Esses são os padrões do Gangnam Beauty, termo que se refere às mulheres sul-coreanas que passam por diversas cirurgias para atingir seu ideal estético. No livro Beyond Whiteness: Perspectives on the Rise of the Pan-Asian Beauty Ideal, os autores Jeaney Yip, Susan Ainsworth e Miles Tycho Hugh apontam que este cânone, dominado pela pele branca mais característica dos caucasianos do que dos coreanos, é uma mistura de Traços europeus e orientais que reflectem a mudança na relação entre a Ásia e o Ocidente. “O ideal pan-asiático emerge numa economia de produção visual como um marcador do cosmopolitismo [...], o que não foi alcançado pela associação com o Ocidente, mas através da incorporação estratégica de elementos europeus num olhar predominantemente asiático, por uma questão de de fazer com que pareça mais mundano”, explicam os autores em um e-mail conjunto.

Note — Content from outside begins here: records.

//! Surface condensation: will this surface sweat, and how thick must its insulation be?
//!
//! Flat: `q = (T_a - T_i) / (1/h_o + d/k + 1/h_i)`, `T_s = T_a - q/h_o`. Pipe of radius `r1` under `d`: `r2 = r1 + d`,
//! `q' = (T_a - T_i) / (ln(r2/r1)/(2 pi k) + 1/(2 pi r2 h_o))`, `T_s = T_a - q'/(2 pi r2 h_o)`; the liquid's own film
//! is left out. Margin: surface less dew point (frost point below 0 °C). Thinnest insulation for a margin: flat
//! `d = k ((T_a - T_i)/(h_o (T_a - T_n)) - 1/h_o - 1/h_i)`, pipe `r2 ln(r2/r1) = (k/h_o) (T_n - T_i)/(T_a - T_n)`, one
//! root. Steady conduction (Fourier's law); the method is that of ISO 12241 (from memory), its film coefficients
//! replaced by one that is typed or assumed: a low one is the unfavourable side, so a sweep stands beside it.

use std::collections::BTreeMap;

use dewledger_properties::{Humidity, MoistAir, saturation_humidity_ratio};
use dewledger_quantities::{
    HeatFluxDensity, HeatTransfer, Kind, Length, LinearPowerDensity, Quantity, RelativeHumidity,
    Sentence, TemperatureInterval, ThermalConductivity, ThermodynamicTemperature, difference,
};

use crate::check::{About, Check, Group};
use crate::doubt::Doubt;
use crate::drawn::{Cell, Table};
use crate::form::{Choice, ChoiceItem, Item, Mark, ReadingItem, Section};
use crate::given::Given;
use crate::outcome::{Caution, Figure, Missing, Note, Outcome, Role, StatePoint, Step};
use crate::pressure;
use crate::refusal::{Refusal, Stop};
use crate::state_block::{Point, Read};

/// The check.
pub struct Surface;

const ABOUT: About = About {
    id: "surface",
    label: "Surface condensation",
    question: "Will this surface sweat, and what insulation would keep it dry?",
    takes: "the air around it, and the surface or its construction",
    group: Group::Air,
};

const AIR: Point<'static> = Point { prefix: "air", name: "surrounding" };
const BY: &str = "surface.by";
const READ: &str = "surface.temperature";
const INSIDE: &str = "construction.inside";
const DIAMETER: &str = "construction.diameter";
const THICKNESS: &str = "construction.thickness";
const CONDUCTIVITY: &str = "construction.conductivity";
const FILM_OUTSIDE: &str = "construction.film_outside";
const FILM_INSIDE: &str = "construction.film_inside";
const WANTED: &str = "margin.wanted";
const RESULTS: &str = "The surface";
const DRY: &str = "Keeping it dry";

/// Film coefficient outside where none is typed, W/(m² K): between a dull jacket and a galvanised one.
const ASSUMED_OUTSIDE: f64 = 7.0;
/// Film coefficient of moving air inside a duct where none is typed, W/(m² K).
const ASSUMED_INSIDE: f64 = 25.0;
/// The sweep that stands beside it, W/(m² K).
const SWEEP: [f64; 6] = [5.0, 6.0, 7.0, 8.0, 9.0, 10.0];
/// Margin that is asked for where none is typed, K (field practice).
const ASSUMED_MARGIN: f64 = 1.0;
/// No pipe's insulation is thicker, m.
const LARGEST_RADIUS_M: f64 = 1.0;

const CAUTIONS: &[Caution] = &[Caution {
    title: "At pipes and ducts",
    says: "Work at height, hot and cold surfaces, moving parts: isolate before you touch. Old insulation may hold \
           asbestos: leave it alone. Wet insulation and standing water near live parts are for a qualified person. \
           Local rules, the maker’s instructions and licensed people come first.",
}];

O cânone pan-asiático também se cruza com o chamado rosto do Instagram. No ensaio de 2019, “The Age of Instagram Face” publicado na The New Yorker, Jia Tolentino descreve esse visual como um modelo de características etnicamente ambíguas, construído por filtros e cirurgia estética. É um rosto jovem, com pele sem poros, olhos redondos, nariz pequeno, lábios carnudos, maçãs do rosto salientes e queixo forte. Neste modelo, os cirurgiões esculpem, muitas vezes sob demanda, o ideal estético do nosso tempo.